◆ Task directions:
Everything in the data that follows has to be repeated verbatim.

◆ Listed records:

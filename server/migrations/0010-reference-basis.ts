import { dropColumns } from './lib'
import { DataTypes, type QueryInterface } from 'sequelize'

/**
 * What a source's certificate means, its uncertainty in every budget, and checks that the setup fits:
 *
 * - blackbody_sources: the basis of the certified value (`certifiedBasis`: 'cavity-temperature',
 *   'surface-temperature' or 'radiance-temperature'), for a radiance temperature its band (λ1–λ2 µm,
 *   wavelengths in vacuum or air) and the surroundings' temperature at calibration (T_w0), the certified
 *   expanded uncertainty U with its coverage factor k, and an emissivity table over wavelength;
 * - procedure_versions: correlations between template lines, whether the budget takes the reference
 *   equipment's lines from the registers, and the margin of aperture over spot;
 * - calibration_runs: a spot diameter stated for the run (when the maker states one at the distance).
 *
 * The default basis of the sources already recorded. Before this migration the engine used a source's
 * corrected value as the source temperature T_s in ε_i·S(T_meas) + (1 − ε_i)·S(T_d) = ε_s·S(T_s) +
 * (1 − ε_s)·S(T_w): for a cavity its cavity temperature, for a flat plate its surface temperature. This
 * migration records exactly that meaning — 'cavity-temperature' for cavities, 'surface-temperature' for
 * plates — so that every result already stored (and every certificate issued from it) keeps the basis it
 * was computed on and says so, and nothing is silently recomputed. It does not guess a radiance
 * temperature's band or T_w0, which only the source's certificate can give: where a certificate states
 * radiance temperatures (the register's correction table was described that way), the laboratory must
 * change the source's basis and enter the band and T_w0 from it. Each source gets an audit row saying
 * which basis this migration recorded and why, so an assessor can see where the basis of every number
 * came from. The certified U and k are left empty (not recorded before): a procedure that takes the
 * equipment's lines refuses points on such a source until they are entered.
 *
 * Procedure versions already written keep their budgets as they were (`budgetFromEquipment` false: the
 * template is the whole budget; no correlations; no margin, so the spot must only fit inside the aperture).
 */
export async function up({ context: qi }: { context: QueryInterface }): Promise<void> {
  const sources = {
    certifiedBasis: { type: DataTypes.STRING(30), allowNull: false, defaultValue: 'surface-temperature' },
    certifiedBandLambda1Um: { type: DataTypes.DOUBLE, allowNull: true },
    certifiedBandLambda2Um: { type: DataTypes.DOUBLE, allowNull: true },
    certifiedBandMedium: { type: DataTypes.STRING(10), allowNull: true },
    certifiedReflectedTemperatureK: { type: DataTypes.DOUBLE, allowNull: true },
    certifiedExpandedUncertaintyK: { type: DataTypes.DOUBLE, allowNull: true },
    certifiedCoverageFactor: { type: DataTypes.DOUBLE, allowNull: true },
    emissivityTable: { type: DataTypes.JSON, allowNull: true },
  }
  for (const [name, def] of Object.entries(sources)) await qi.addColumn('blackbody_sources', name, def)
  await qi.sequelize.query(`UPDATE blackbody_sources SET "certifiedBasis" = 'cavity-temperature' WHERE kind = 'cavity'`)

  const [rows] = await qi.sequelize.query('SELECT id, "assetTag", kind FROM blackbody_sources') as [{ id: number, assetTag: string, kind: string }[], unknown]
  if (rows.length) {
    const at = new Date()
    await qi.bulkInsert('audit_events', rows.map(r => ({
      at,
      userId: null,
      action: 'migrate-basis',
      entity: 'BlackbodySource',
      entityId: r.id,
      before: null,
      after: JSON.stringify({
        certifiedBasis: r.kind === 'cavity' ? 'cavity-temperature' : 'surface-temperature',
        reason: `Migration 0010 recorded the basis the engine had used for ${r.assetTag}: its corrected value as the ${r.kind === 'cavity' ? 'cavity' : 'surface'} temperature T_s. If its certificate states radiance temperatures, change the basis and enter the band and the surroundings' temperature from the certificate.`,
      }),
    })))
  }

  await qi.addColumn('procedure_versions', 'correlations', { type: DataTypes.JSON, allowNull: false, defaultValue: '[]' })
  await qi.addColumn('procedure_versions', 'budgetFromEquipment', { type: DataTypes.BOOLEAN, allowNull: false, defaultValue: false })
  await qi.addColumn('procedure_versions', 'spotMargin', { type: DataTypes.DOUBLE, allowNull: true })

  await qi.addColumn('calibration_runs', 'spotDiameterMm', { type: DataTypes.DOUBLE, allowNull: true })
}

export async function down({ context: qi }: { context: QueryInterface }): Promise<void> {
  await dropColumns(qi, 'calibration_runs', ['spotDiameterMm'])
  await dropColumns(qi, 'procedure_versions', ['spotMargin', 'budgetFromEquipment', 'correlations'])
  await dropColumns(qi, 'blackbody_sources', ['emissivityTable', 'certifiedCoverageFactor', 'certifiedExpandedUncertaintyK', 'certifiedReflectedTemperatureK', 'certifiedBandMedium', 'certifiedBandLambda2Um', 'certifiedBandLambda1Um', 'certifiedBasis'])
}
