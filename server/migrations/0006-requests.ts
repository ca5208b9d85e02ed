import { DataTypes, type QueryInterface } from 'sequelize'

/** Customers' calibration requests. */
export async function up({ context: qi }: { context: QueryInterface }): Promise<void> {
  await qi.createTable('calibration_requests', {
    id: { type: DataTypes.INTEGER, primaryKey: true, autoIncrement: true },
    organizationId: { type: DataTypes.INTEGER, allowNull: false, references: { model: 'organizations', key: 'id' }, onDelete: 'RESTRICT' },
    requestedBy: { type: DataTypes.INTEGER, allowNull: false, references: { model: 'users', key: 'id' }, onDelete: 'RESTRICT' },
    instrumentIds: { type: DataTypes.JSON, allowNull: false },
    preferredDate: { type: DataTypes.DATEONLY, allowNull: true },
    notes: { type: DataTypes.TEXT, allowNull: true },
    status: { type: DataTypes.STRING(20), allowNull: false, defaultValue: 'open' },
    handledBy: { type: DataTypes.INTEGER, allowNull: true, references: { model: 'users', key: 'id' }, onDelete: 'RESTRICT' },
    handledAt: { type: DataTypes.DATE, allowNull: true },
    response: { type: DataTypes.TEXT, allowNull: true },
    runIds: { type: DataTypes.JSON, allowNull: false, defaultValue: '[]' },
    version: { type: DataTypes.INTEGER, allowNull: false, defaultValue: 0 },
    createdAt: { type: DataTypes.DATE, allowNull: false },
    updatedAt: { type: DataTypes.DATE, allowNull: false },
  })
  await qi.addIndex('calibration_requests', ['organizationId', 'status'])
  await qi.addIndex('calibration_requests', ['status', 'createdAt'])
}

export async function down({ context: qi }: { context: QueryInterface }): Promise<void> {
  await qi.dropTable('calibration_requests')
}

◆ Exercise response:
filename server/migrations/0010-reference-basis.ts
import { dropColumns } from './lib'
import { DataTypes, type QueryInterface } from 'sequelize'

/**
 * What a source's certificate means, its uncertainty in every budget, and checks that the setup fits:
 *
 * - blackbody_sources: the basis of the certified value (`certifiedBasis`: 'cavity-temperature',
 *   'surface-temperature' or 'radiance-temperature'), for a radiance temperature its band (λ1–λ2 µm,
 *   wavelengths in vacuum or air) and the surroundings' temperature at calibration (T_w0), the certified
 *   expanded uncertainty U with its coverage factor k, and an emissivity table over wavelength;
 * - procedure_versions: correlations between template lines, whether the budget takes the reference
 *   equipment's lines from the registers, and the margin of aperture over spot;
 * - calibration_runs: a spot diameter stated for the run (when the maker states one at the distance).
 *
 * The default basis of the sources already recorded. Before this migration the engine used a source's
 * corrected value as the source temperature T_s in ε_i·S(T_meas) + (1 − ε_i)·S(T_d) = ε_s·S(T_s) +
 * (1 − ε_s)·S(T_w): for a cavity its cavity temperature, for a flat plate its surface temperature. This
 * migration records exactly that meaning — 'cavity-temperature' for cavities, 'surface-temperature' for
 * plates — so that every result already stored (and every certificate issued from it) keeps the basis it
 * was computed on and says so, and nothing is silently recomputed. It does not guess a radiance
 * temperature's band or T_w0, which only the source's certificate can give: where a certificate states
 * radiance temperatures (the register's correction table was described that way), the laboratory must
 * change the source's basis and enter the band and T_w0 from it. Each source gets an audit row saying
 * which basis this migration recorded and why, so an assessor can see where the basis of every number
 * came from. The certified U and k are left empty (not recorded before): a procedure that takes the
 * equipment's lines refuses points on such a source until they are entered.
 *
 * Procedure versions already written keep their budgets as they were (`budgetFromEquipment` false: the
 * template is the whole budget; no correlations; no margin, so the spot must only fit inside the aperture).
 */
export async function up({ context: qi }: { context: QueryInterface }): Promise<void> {
  const sources = {
    certifiedBasis: { type: DataTypes.STRING(30), allowNull: false, defaultValue: 'surface-temperature' },
    certifiedBandLambda1Um: { type: DataTypes.DOUBLE, allowNull: true },
    certifiedBandLambda2Um: { type: DataTypes.DOUBLE, allowNull: true },
    certifiedBandMedium: { type: DataTypes.STRING(10), allowNull: true },
    certifiedReflectedTemperatureK: { type: DataTypes.DOUBLE, allowNull: true },
    certifiedExpandedUncertaintyK: { type: DataTypes.DOUBLE, allowNull: true },
    certifiedCoverageFactor: { type: DataTypes.DOUBLE, allowNull: true },
    emissivityTable: { type: DataTypes.JSON, allowNull: true },
  }
  for (const [name, def] of Object.entries(sources)) await qi.addColumn('blackbody_sources', name, def)
  await qi.sequelize.query(`UPDATE blackbody_sources SET "certifiedBasis" = 'cavity-temperature' WHERE kind = 'cavity'`)

  const [rows] = await qi.sequelize.query('SELECT id, "assetTag", kind FROM blackbody_sources') as [{ id: number, assetTag: string, kind: string }[], unknown]
  if (rows.length) {
    const at = new Date()
    await qi.bulkInsert('audit_events', rows.map(r => ({
      at,
      userId: null,
      action: 'migrate-basis',
      entity: 'BlackbodySource',
      entityId: r.id,
      before: null,
      after: JSON.stringify({
        certifiedBasis: r.kind === 'cavity' ? 'cavity-temperature' : 'surface-temperature',
        reason: `Migration 0010 recorded the basis the engine had used for ${r.assetTag}: its corrected value as the ${r.kind === 'cavity' ? 'cavity' : 'surface'} temperature T_s. If its certificate states radiance temperatures, change the basis and enter the band and the surroundings' temperature from the certificate.`,
      }),
    })))
  }

  await qi.addColumn('procedure_versions', 'correlations', { type: DataTypes.JSON, allowNull: false, defaultValue: '[]' })
  await qi.addColumn('procedure_versions', 'budgetFromEquipment', { type: DataTypes.BOOLEAN, allowNull: false, defaultValue: false })
  await qi.addColumn('procedure_versions', 'spotMargin', { type: DataTypes.DOUBLE, allowNull: true })

  await qi.addColumn('calibration_runs', 'spotDiameterMm', { type: DataTypes.DOUBLE, allowNull: true })
}

export async function down({ context: qi }: { context: QueryInterface }): Promise<void> {
  await dropColumns(qi, 'calibration_runs', ['spotDiameterMm'])
  await dropColumns(qi, 'procedure_versions', ['spotMargin', 'budgetFromEquipment', 'correlations'])
  await dropColumns(qi, 'blackbody_sources', ['emissivityTable', 'certifiedCoverageFactor', 'certifiedExpandedUncertaintyK', 'certifiedReflectedTemperatureK', 'certifiedBandMedium', 'certifiedBandLambda2Um', 'certifiedBandLambda1Um', 'certifiedBasis'])
}
filename server/migrations/0006-requests.ts
repository ca5208b9d85e02ed
import { DataTypes, type QueryInterface } from 'sequelize'

/** Customers' calibration requests. */
export async function up({ context: qi }: { context: QueryInterface }): Promise<void> {
  await qi.createTable('calibration_requests', {
    id: { type: DataTypes.INTEGER, primaryKey: true, autoIncrement: true },
    organizationId: { type: DataTypes.INTEGER, allowNull: false, references: { model: 'organizations', key: 'id' }, onDelete: 'RESTRICT' },
    requestedBy: { type: DataTypes.INTEGER, allowNull: false, references: { model: 'users', key: 'id' }, onDelete: 'RESTRICT' },
    instrumentIds: { type: DataTypes.JSON, allowNull: false },
    preferredDate: { type: DataTypes.DATEONLY, allowNull: true },
    notes: { type: DataTypes.TEXT, allowNull: true },
    status: { type: DataTypes.STRING(20), allowNull: false, defaultValue: 'open' },
    handledBy: { type: DataTypes.INTEGER, allowNull: true, references: { model: 'users', key: 'id' }, onDelete: 'RESTRICT' },
    handledAt: { type: DataTypes.DATE, allowNull: true },
    response: { type: DataTypes.TEXT, allowNull: true },
    runIds: { type: DataTypes.JSON, allowNull: false, defaultValue: '[]' },
    version: { type: DataTypes.INTEGER, allowNull: false, defaultValue: 0 },
    createdAt: { type: DataTypes.DATE, allowNull: false },
    updatedAt: { type: DataTypes.DATE, allowNull: false },
  })
  await qi.addIndex('calibration_requests', ['organizationId', 'status'])
  await qi.addIndex('calibration_requests', ['status', 'createdAt'])
}

export async function down({ context: qi }: { context: QueryInterface }): Promise<void> {
  await qi.dropTable('calibration_requests')
}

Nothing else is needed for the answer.